The Conversion Shares to be issued upon the exercise of the Conversion Rights will be credited as fully paid and will rank pari passu in all respects among themselves and with other existing Shares outstanding at the date of issue of the Conversion Shares and be entitled to all dividends and other distributions the record date for which falls on a date on or after the date of their issue.

Listing
: No application will be made for the listing of the CB on the Stock Exchange. Application will be made by the Company to the Stock Exchange for the listing of, and permission to deal in, the Conversion Shares to be issued upon the exercise of the Conversion Rights.

Voting
: A holder of the CB will not be entitled to receive notices of, attend or vote at any Shareholders’ meetings of the Company by reason only of it being a holder of the CB.

Mandatory redemption
: The Company shall redeem at 100% of the outstanding principal amount of the CB (as the case may be) on the maturity date.

Early redemption
: The Company shall have the right to redeem in whole or any part(s) of the principal amount of the CB in integral multiples of HK$100,000 (if at any time the aggregate outstanding principal amount held by a holder of the CB is less than HK$100,000, the whole (but not part only) of such aggregate outstanding principal amount may be redeemed), at any time on any Business Day prior to the maturity date by giving prior notice of not less than ten (10) days in writing to the holder of the CB. The CB or any part thereof so redeemed shall forthwith be cancelled by the Company.

17


LETTER FROM THE BOARD

Maximum number of Conversion Shares

Assuming full conversion of the aggregate principal amounts of the CB of HK$95,500,000 at the Conversion Price into Conversion Shares, a total of maximum 868,181,818 Shares with aggregate nominal value of HK$8,681,818.18 will be issued, representing approximately 465.20% of the total existing issued share capital of the Company and approximately 82.31% of the Company’s total issued share capital as enlarged by the issue of the Conversion Shares.

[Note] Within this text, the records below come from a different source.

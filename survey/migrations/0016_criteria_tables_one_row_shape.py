"""Every criteria table in one row shape: half-open bands ``lower <= x < upper``.

Rise tables (electrical-similar, electrical-ambient) were rows read in order with
``below_c`` / ``up_to_c`` limits and level null for "no finding". Rises are compared at
the 0.1 K they are printed at, so "up to and including U" is "below the next tenth above
U" and "below B" stays "below B"; rows with level null become gaps (no band, no level).
Action texts and sources still equal to the old shipped ones (the actions were near-verbatim
from a published table, the sources held internal notes) are replaced by the new shipped
ones, in the product's default rows and in organizations' copies alike; texts a firm wrote
itself are kept.

Backwards, bands become ``below_c`` rows (exactly the same reading for 0.1 K rises), with
a null-level row for every gap.
"""

import math

from django.db import migrations

RISE_KEYS = ("electrical-similar", "electrical-ambient")

#: The first row of an old rise table took every smaller rise, negative ones included: as
#: a band it starts below any rise a reading can give (survey.thermal.bands.NO_LOWER_LIMIT,
#: frozen here).
FLOOR = -1000.0

# The shipped texts as of this migration (frozen here: later edits to the code's defaults
# must not change what this migration writes).
_WATCH = (
    "Note it and measure it again at the next routine inspection; no work is needed "
    "before then unless it gets warmer."
)
_PLAN = (
    "Book the repair for the next planned shutdown, and measure it again at each "
    "inspection until it is done."
)
_SOON = (
    "Arrange the repair within weeks, not months; lighten the load if you can and keep "
    "checking it until the work is done."
)
_NOW = (
    "Make it safe today: take the load off or isolate it, and have it repaired before it "
    "goes back into normal service."
)
_NETA = (
    "Temperature bands of Table 100.18 (thermographic survey) of the ANSI/NETA "
    "Maintenance Testing Specifications (NETA MTS)."
)
NEW_SOURCES = {
    "electrical-similar": _NETA,
    "electrical-ambient": _NETA,
    "envelope-surface-rh": (
        "Limits of surface relative humidity from ISO 13788: 80 % for mould growth, "
        "100 % for condensation."
    ),
    "roof-wet-area": (
        "Bands of common practice: no published standard sets limits for wet roof areas."
    ),
}
OLD_SOURCES = {
    "electrical-similar": (
        "Temperature bands of the thermographic survey table of the ANSI/NETA Maintenance "
        "Testing Specifications; suggested actions in our own words."
    ),
    "envelope-surface-rh": (
        "Bands at 80 % (mould) and 100 % (condensation) surface RH from ISO 13788 [source "
        "for the criteria]; the levels given to each band are ours."
    ),
    "roof-wet-area": (
        "Product default with no outside source; edit the bands to your own practice."
    ),
}
OLD_SOURCES["electrical-ambient"] = OLD_SOURCES["electrical-similar"]
#: Old shipped action text → new one (the old ones were near-verbatim from the table).
NEW_ACTIONS = {
    "A fault may be starting: look into it at the next planned visit.": _WATCH,
    "A fault is likely: plan the repair for the next convenient outage.": _PLAN,
    "Keep it under watch and correct it at the first outage that allows.": _SOON,
    "Serious fault: arrange the repair at once.": _NOW,
}


def next_tenth_above(limit: float) -> float:
    """The smallest multiple of 0.1 above `limit`: x <= limit is x < this for 0.1 K rises."""
    return (math.floor(round(limit * 10, 6)) + 1) / 10


def bands_from_rise_rows(rows: list[dict]) -> list[dict]:
    """Rows read in order (below_c / up_to_c / no limit) as half-open bands."""
    bands, lower = [], FLOOR
    for row in rows:
        if "below_c" in row:
            upper = float(row["below_c"])
        elif "up_to_c" in row:
            upper = next_tenth_above(float(row["up_to_c"]))
        else:
            upper = None
        if row.get("level") is not None and (upper is None or upper > lower):
            bands.append(
                {
                    "label": row.get("label") or "",
                    "lower": lower,
                    "upper": upper,
                    "level": row["level"],
                    "action": row["action"],
                }
            )
        if upper is None:
            break
        lower = max(lower, upper)
    return bands


def rise_rows_from_bands(bands: list[dict]) -> list[dict]:
    """Half-open bands as rows read in order; gaps become rows without a level."""
    rows, reached = [], FLOOR
    for band in sorted(bands, key=lambda b: b["lower"]):
        if band["lower"] > reached:
            gap = {"label": f"below {band['lower']:g} °C", "below_c": band["lower"]}
            rows.append(gap | {"level": None, "action": "No finding."})
        row = {"label": band["label"], "level": band["level"], "action": band["action"]}
        if band["upper"] is not None:
            row["below_c"] = band["upper"]
        rows.append(row)
        reached = band["upper"]
        if reached is None:
            return rows
    rows.append({"label": "no finding", "level": None, "action": "No finding."})
    return rows


def forwards(apps, schema_editor):
    CriteriaTable = apps.get_model("survey", "CriteriaTable")
    for table in CriteriaTable.objects.all():
        rows = table.rows or []
        if table.key in RISE_KEYS and rows and "lower" not in rows[0]:
            rows = bands_from_rise_rows(rows)
        table.rows = [
            row | {"action": NEW_ACTIONS.get(row.get("action"), row.get("action"))} for row in rows
        ]
        if table.key in OLD_SOURCES and table.source == OLD_SOURCES[table.key]:
            table.source = NEW_SOURCES[table.key]
        table.save(update_fields=["rows", "source"])


def backwards(apps, schema_editor):
    CriteriaTable = apps.get_model("survey", "CriteriaTable")
    for table in CriteriaTable.objects.filter(key__in=RISE_KEYS):
        rows = table.rows or []
        if rows and "lower" in rows[0]:
            table.rows = rise_rows_from_bands(rows)
            table.save(update_fields=["rows"])


class Migration(migrations.Migration):
    dependencies = [
        ("survey", "0015_mark_version"),
    ]

    operations = [migrations.RunPython(forwards, backwards)]
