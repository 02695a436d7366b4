"""What a reader of the printed report catches first (issue 14): the colour span of each
thermogram, internal notes, counts and words, the order of the chapters, the verification
instruction and the archival form. Every PDF is read back with pdftotext or pypdf."""

import re

import numpy as np

from reports.document import render_pdf
from reports.models import Report, ReportVersion
from survey.services.marks import mark_add
from tests.factories import make_thermogram
from tests.reports.helpers import flat, object_c, pdf_text

NUMBER = r"(−?\d+\.\d)"


def render(survey, *, draft: bool = True, number: str = "R-H1", version: int = 1):
    report, _ = Report.objects.get_or_create(
        organization=survey.organization, survey=survey, number=number
    )
    row = ReportVersion.objects.create(report=report, version=version, is_draft=draft)
    return render_pdf(row)


def as_float(text: str) -> float:
    return float(text.replace("−", "-"))


def lug_survey(survey):
    """A 27–36 °C panel with a 75 °C lug of 2 × 2 pixels (under 1 % of the picture, so the
    percentile span clips it) and a −5 °C cold pixel, both marked, drawn at the fixed span
    27–36 °C the thermographer saved."""
    field = np.linspace(27.0, 36.0, 60 * 80, dtype=np.float32).reshape(60, 80)
    field[20:22, 30:32] = 75.0
    field[50, 10] = -5.0
    thermogram = make_thermogram(
        survey,
        field,
        title="Panel P-3",
        emissivity=0.9,
        reflected_c=22.0,
        span_low_c=27.0,
        span_high_c=36.0,
    )
    mark_add(
        thermogram=thermogram,
        kind="rectangle",
        points=[[29, 19], [32, 22]],
        user=None,
        name="phase B lug",
        note="Lug of the phase B incomer, re-torqued last year",
    )
    mark_add(thermogram=thermogram, kind="point", points=[[10, 50]], user=None, single_pixel=True)
    return thermogram


def test_it_widens_the_printed_span_to_every_marks_extremes(electrical_survey):
    """The caption's span brackets the lug's 75 °C apparent (and its higher corrected value)
    and the cold pixel's −5 °C, though the saved span is 27–36 °C; it says the colours show
    apparent temperature."""
    lug_survey(electrical_survey)
    text = flat(pdf_text(render(electrical_survey).pdf))
    match = re.search(rf"Colours show apparent temperature .*?from {NUMBER} to {NUMBER} °C", text)
    assert match, "the caption names the span and the quantity its colours show"
    low, high = as_float(match.group(1)), as_float(match.group(2))
    # The corrected maximum by the independent Planck-band solver of tests/thermal/planck.py.
    corrected_max = object_c(75.0, 0.9, 22.0)
    assert corrected_max > 75.5
    assert low <= -5.0 and high >= corrected_max - 0.05
    assert high < corrected_max + 0.2, "widened just enough"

Assuming full conversion of the principal amount of the HIL CB of HK$57,100,000 at the Conversion Price into HIL Conversion Shares, a total of maximum 519,090,909 Shares with aggregate nominal value of HK$5,190,909.09 will be issued, representing approximately 278.15% of the total existing issued share capital of the Company, approximately 73.56% of the Company’s total issued share capital as enlarged by the issue of the HIL Conversion Shares only, and approximately 49.21% of the Company’s total issued share capital as enlarged by the issue of the Conversion Shares.

Assuming full conversion of the principal amount of the MKI CB of HK$38,400,000 at the Conversion Price into MKI Conversion Shares, a total of maximum 349,090,909 Shares with aggregate nominal value of HK$3,490,909.09 will be issued, representing approximately 187.06% of the total existing issued share capital of the Company, approximately 65.16% of the Company’s total issued share capital as enlarged by the issue of the MKI Conversion Shares only, and approximately 33.10% of the Company’s total issued share capital as enlarged by the issue of the Conversion Shares.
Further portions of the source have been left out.